Arduino Open-Source Controller Platform Gains Ground

Loring Wirbel

August 8, 2011

3 Min Read
Arduino Open-Source Controller Platform Gains Ground

If you're a typical developer, your familiarity with the Arduino open-source hardware platform may be limited. Arduino, based on the Atmel AVR microcontroller, is positioned as an alternative to commercial controller boards. It's not free, but it is highly affordable: A "Getting Started With Arduino" dev kit will set you back only $70.

My sense is that users are boarding the Arduino bandwagon. Chatting with hobbyists at the end of July, I started to realize that Arduino has reached a critical-mass stage similar to where Linux was a decade ago. Its presence in home hobby markets may even influence how major commercial and industrial OEMs choose microcontroller architectures.

Oddly enough, it's not entirely clear that Atmel Corp., the developer of the AVR controller chip at the heart of Arduino, fully realizes how successful Arduino is becoming. Atmel is spending a good deal of time beefing up its higher-end line of ARM products, which makes sense, since the mainstream embedded computing industry lives and breathes by ARM cores. Still, Atmel realizes that 8- and 16-bit entry-level controller chips have always had a long, high-volume history for other semiconductor companies, and AVR will follow that trend -- with a kicker from the open-source home hobbyist community.

When Arduino was launched in 2005, it seemed at first to be an academia-based effort similar to many industry coalition attempts to offer open boards based on PC-AT and similar form factors. Arduino grew out of a program called Wiring, developed by an institute in Bogota, Colombia, and at MIT Media Labs. The Wiring project developed an open programming language and integrated development environment for embedded single-board computers. A team of Italian developers from Ivrea, home of Olivetti, developed an AVR board with open I/O pins in 2005 and offered Arduino to the open-source community.

It's the open I/O specifications that make Arduino different from previous board coalitions. The connectors are exposed and fully documented, so that amateurs can link the Arduino CPU to purpose-built add-on modules called "shields." By placing hardware details and the Arduino language within the Creative Commons licensing program, the Arduino movement encourages sharing and innovation among hardware hobbyists in the same way Linux encouraged growth of open applications.
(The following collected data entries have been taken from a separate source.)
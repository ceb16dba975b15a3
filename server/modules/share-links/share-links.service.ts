/**
 * Share links: owners and analysts create a read-only link to a done spectrum (analysis) or an
 * overlay of their bench, optionally expiring, and revoke it; viewers are refused (403), members of
 * other benches see 404. The token is returned once inside the URL; only its sha256 is stored.
 * Creating and revoking are recorded in the bench's audit trail in the same transaction.
 */
import type { Knex } from 'knex';
import type { CreateShareLinkResponse, ShareLink, ShareLinkState } from '../../contracts/share-links';
import { conflict } from '../../errors';
import { newId } from '../../lib/ids';
import { findAnalysisForUser } from '../analyses/analyses.repository';
import { recordAudit } from '../audit/record-audit';
import type { BenchAccess } from '../benches/bench-policy';
import { accessFromRow, ANALYSIS_NOT_FOUND, assertCaptureAction, assertIdShape } from '../captures/capture-policy';
import type { OverlaysService } from '../overlays/overlays.service';
import { iso } from '../overlays/trace-rows';
import { findShareLinkForUser, insertShareLink, listShareLinks, revokeShareLink, type ShareLinkListRow } from './share-links.repository';
import { hashShareToken, newShareToken } from './share-token';

export const SHARE_LINK_NOT_FOUND = 'no such share link, or it is not on a bench of yours';

type ParsedCreate = { expiresAt?: string };

export function shareLinkState(row: { revoked_at: Date | null; expires_at: Date | null }, now = Date.now()): ShareLinkState {
  if (row.revoked_at) return 'revoked';
  if (row.expires_at && new Date(row.expires_at).getTime() <= now) return 'expired';
  return 'active';
}

function toShareLink(row: ShareLinkListRow): ShareLink {
  const kind = row.analysis_id ? 'analysis' : 'overlay';
  return {
    id: row.id,
    kind,
    targetId: (row.analysis_id ?? row.overlay_id) as string,
    targetLabel: (kind === 'analysis' ? row.file_name : row.overlay_name) ?? '',
    createdByName: row.created_by_name,
    createdAt: iso(row.created_at) as string,
    expiresAt: iso(row.expires_at),
    revokedAt: iso(row.revoked_at),
    state: shareLinkState(row),
  };
}

export function createShareLinksService(deps: { db: Knex; overlays: OverlaysService }) {
  const { db } = deps;

  async function create(
    access: BenchAccess,
    target: { analysisId: string } | { overlayId: string },
    input: ParsedCreate,
    publicBase: string,
  ): Promise<CreateShareLinkResponse> {
    const id = newId();
    const token = newShareToken();
    const expiresAt = input.expiresAt ? new Date(input.expiresAt) : null;
    const analysisId = 'analysisId' in target ? target.analysisId : null;
    const overlayId = 'overlayId' in target ? target.overlayId : null;
    await db.transaction(async (trx) => {
      await insertShareLink(trx, {
        id,
        bench_id: access.benchId,
        token_hash: hashShareToken(token),
        analysis_id: analysisId,
        overlay_id: overlayId,
        created_by: access.userId,
        created_at: new Date(),
        expires_at: expiresAt,
      });
      await recordAudit(trx, {
        benchId: access.benchId,
        actorId: access.userId,
        action: 'share_link.created',
        targetType: 'share_link',
        targetId: id,
        details: { ...(analysisId ? { analysisId } : { overlayId }), expiresAt: expiresAt?.toISOString() ?? null },
      });
    });
    return { id, url: `${publicBase.replace(/\/+$/, '')}/shared/${token}` };
  }

  return {
    async createForAnalysis(userId: string, analysisId: string, parse: () => ParsedCreate, publicBase: string): Promise<CreateShareLinkResponse> {
      assertIdShape(analysisId, ANALYSIS_NOT_FOUND);
      const row = await findAnalysisForUser(db, analysisId, userId, ['status'] as const);
      const access = accessFromRow(row, userId, ANALYSIS_NOT_FOUND);
      assertCaptureAction(access, 'captures.write');
      const input = parse();
      if (row!.status !== 'done') throw conflict(`this analysis is ${row!.status}; a spectrum can be shared once it is done`);
      return create(access, { analysisId }, input, publicBase);
    },

    async createForOverlay(userId: string, overlayId: string, parse: () => ParsedCreate, publicBase: string): Promise<CreateShareLinkResponse> {
      const { access } = await deps.overlays.accessTo(userId, overlayId);
      assertCaptureAction(access, 'captures.write');
      return create(access, { overlayId }, parse(), publicBase);
    },

    /** Revokes the link (again: no change, still 204). */
    async revoke(userId: string, linkId: string): Promise<void> {
      assertIdShape(linkId, SHARE_LINK_NOT_FOUND);
      const row = await findShareLinkForUser(db, linkId, userId);
      const access = accessFromRow(row, userId, SHARE_LINK_NOT_FOUND);
      assertCaptureAction(access, 'captures.write');
      await db.transaction(async (trx) => {
        if (await revokeShareLink(trx, linkId, userId)) {
          await recordAudit(trx, {
            benchId: access.benchId,
            actorId: userId,
            action: 'share_link.revoked',
            targetType: 'share_link',
            targetId: linkId,
            details: row!.analysis_id ? { analysisId: row!.analysis_id } : { overlayId: row!.overlay_id },
          });
        }
      });
    },

    async list(access: BenchAccess): Promise<ShareLink[]> {
      assertCaptureAction(access, 'captures.write');
      return (await listShareLinks(db, access.benchId)).map(toShareLink);
    },
  };
}

export type ShareLinksService = ReturnType<typeof createShareLinksService>;
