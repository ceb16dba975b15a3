/**
 * The quick check of an upload: the engine's own option check, format choice, reader and preview run
 * over the file's first bytes, so that a file the analysis would refuse at once — an unknown format, a
 * header the reader rejects, a raw file without its dtype, no sample rate or kind where the file
 * cannot tell them — is answered 400 with the engine's message before anything is stored.
 * What the check settles (format, kind, sample rate, channels) is what the capture row records, and
 * what the analysis is later given explicitly.
 * The rules for sample rate, kind and channels follow analysis/pipeline.ts (resolveCapture, openReader),
 * in its words; a later analysis of the whole file applies them again.
 */
import { AnalysisInputError } from '../../../analysis/errors';
import { createReader } from '../../../analysis/io/create-reader';
import { preview } from '../../../analysis/io/preview';
import { chooseFormat } from '../../../analysis/io/sniff';
import { resolveAnalyzeOptions } from '../../../analysis/pipeline';
import type { ByteOrder, CaptureFormat, CaptureKind, ParsedCaptureUploadFields, RawDtype } from '../../contracts/captures';

export interface InspectedCapture {
  format: CaptureFormat;
  kind: CaptureKind;
  sampleRateHz: number;
  dtype: RawDtype | null;
  channels: 1 | 2;
  byteOrder: ByteOrder | null;
}

/** Throws AnalysisInputError (→ 400 bad_input) with the engine's message when the file cannot be analysed as given. */
export function inspectUpload(
  head: Uint8Array,
  sizeBytes: number,
  fileName: string,
  fields: ParsedCaptureUploadFields,
): InspectedCapture {
  const o = resolveAnalyzeOptions({
    kind: fields.kind,
    format: fields.format,
    fileName,
    sampleRateHz: fields.sampleRateHz,
    dtype: fields.dtype,
    channels: fields.channels,
    byteOrder: fields.byteOrder,
    window: fields.window,
    segment: fields.segment,
    overlap: fields.overlap,
    observationTimeS: fields.observationTimeS,
    floorBandHz: fields.floorBandHz,
  });
  if (sizeBytes === 0) throw new AnalysisInputError('the file is empty', 'byte offset 0');
  const { format } = chooseFormat(head, o.format, fileName);
  if (format !== 'raw') {
    for (const key of ['dtype', 'channels', 'byteOrder'] as const) {
      if (o[key] !== undefined) {
        throw new AnalysisInputError(`${key} applies to raw binary files only (this file is ${format})`, `option ${key}`);
      }
    }
  }
  const readerOptions = {
    format,
    dtype: o.dtype,
    channels: o.channels ?? (format === 'raw' && o.kind === 'iq' ? (2 as const) : undefined),
    byteOrder: o.byteOrder,
    totalBytes: sizeBytes,
  };
  // the reader the analysis will build: refuses a raw file without its dtype, in the engine's words
  createReader(readerOptions);
  const look = preview(head, { ...readerOptions, fileName, complete: head.length === sizeBytes, maxRows: 1 });
  const channels = look.channelCount ?? readerOptions.channels ?? 1;
  const sampleRateHz = o.sampleRateHz ?? look.sampleRateHz;
  if (sampleRateHz === undefined) {
    throw new AnalysisInputError(
      `the sample rate is missing: a ${format} file ${format === 'csv' ? 'without a time column ' : ''}does not state it, so it must be given`,
      'option sampleRateHz',
    );
  }
  const kind = o.kind ?? look.kindGuess;
  if (kind === undefined) {
    throw new AnalysisInputError(
      'the kind of capture is missing: one channel may hold phase, frequency or a beat note, so it must be given',
      'option kind',
    );
  }
  if (kind === 'iq' && channels !== 2) {
    throw new AnalysisInputError("kind 'iq' needs two channels (I, Q); the file has one", 'option kind');
  }
  if (kind !== 'iq' && channels !== 1) {
    throw new AnalysisInputError(`kind '${kind}' needs one channel; the file has two (I, Q: kind 'iq')`, 'option kind');
  }
  return {
    format,
    kind,
    sampleRateHz,
    dtype: format === 'raw' ? (o.dtype ?? null) : null,
    channels,
    byteOrder: format === 'raw' ? (o.byteOrder ?? 'little') : null,
  };
}
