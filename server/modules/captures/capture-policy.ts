/**
 * Who may do what with captures and analyses. Members read everything on their bench; owners and
 * analysts upload and analyse; a capture is deleted by an owner or by the analyst who uploaded it.
 * A capture or analysis id on a bench the caller is not a member of is answered 404, like an id that
 * does not exist (its existence is not revealed).
 */
import type { BenchRole } from '../../contracts/benches';
import { forbidden, notFound } from '../../errors';
import type { BenchAccess } from '../benches/bench-policy';

const EVERYONE: readonly BenchRole[] = ['owner', 'analyst', 'viewer'];
const WRITERS: readonly BenchRole[] = ['owner', 'analyst'];

export const CAPTURE_PERMISSIONS = {
  'captures.read': EVERYONE,
  'captures.write': WRITERS,
} as const satisfies Record<string, readonly BenchRole[]>;

export type CaptureAction = keyof typeof CAPTURE_PERMISSIONS;

export function assertCaptureAction(access: BenchAccess, action: CaptureAction): void {
  const roles = CAPTURE_PERMISSIONS[action] as readonly BenchRole[];
  if (!roles.includes(access.role)) {
    throw forbidden(`your role on this bench (${access.role}) does not allow this; it needs ${roles.join(' or ')}`);
  }
}

/** Owners delete any capture; analysts the captures they uploaded. */
export function assertMayDeleteCapture(access: BenchAccess, uploadedBy: string | null): void {
  if (access.role === 'owner') return;
  if (access.role === 'analyst' && uploadedBy === access.userId) return;
  throw forbidden(
    access.role === 'analyst'
      ? 'analysts delete only the captures they uploaded; ask an owner of the bench'
      : `your role on this bench (${access.role}) does not allow this; it needs owner, or the analyst who uploaded it`,
  );
}

export const CAPTURE_NOT_FOUND = 'no such capture, or it is not on a bench of yours';
export const ANALYSIS_NOT_FOUND = 'no such analysis, or it is not on a bench of yours';

const ID_PATTERN = /^[a-z2-7]{24}$/;

/** 404 for ids that cannot exist, before any query. */
export function assertIdShape(id: string, message: string): void {
  if (!ID_PATTERN.test(id)) throw notFound(message);
}

/** The caller's access to the bench of a row found with its membership join; 404 for non-members. */
export function accessFromRow(
  row: { bench_id: string; role: BenchRole | null } | undefined,
  userId: string,
  message: string,
): BenchAccess {
  if (!row || !row.role) throw notFound(message);
  return { benchId: row.bench_id, userId, role: row.role };
}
The program already has grown beyond the boundaries of an AVR CPU, with at least two companies offering ARM CPUs, and another offering modules based on the Microchip PIC family.

The practice among the online hobbyist community is to collaborate whenever possible in the design of unique appliances or robots, which can share modules of common functions, even as the specific devices from individual hobbyists are differentiated from those of collaborators and competitors.

Arduino's success has spurred similar efforts in the traditional-architecture microcontroller community. Freescale Technology, for example, sponsored a "Make It" contest in June at its technology forum, in which hobbyist contestants would build robots and appliances based on Freescale Tower, which borrows board-level concepts from Arduino.

Ultimately, the most important aspect of Arduino's spread may not be the mix of AVR, PIC, ARM, and similar controller chips used in industrial control and robotics. Rather, it will enable more bottom-up industrial design coming from amateurs, some of which may gain the angel financing to become semiprofessional. Efforts like this help a new generation of startups emerge.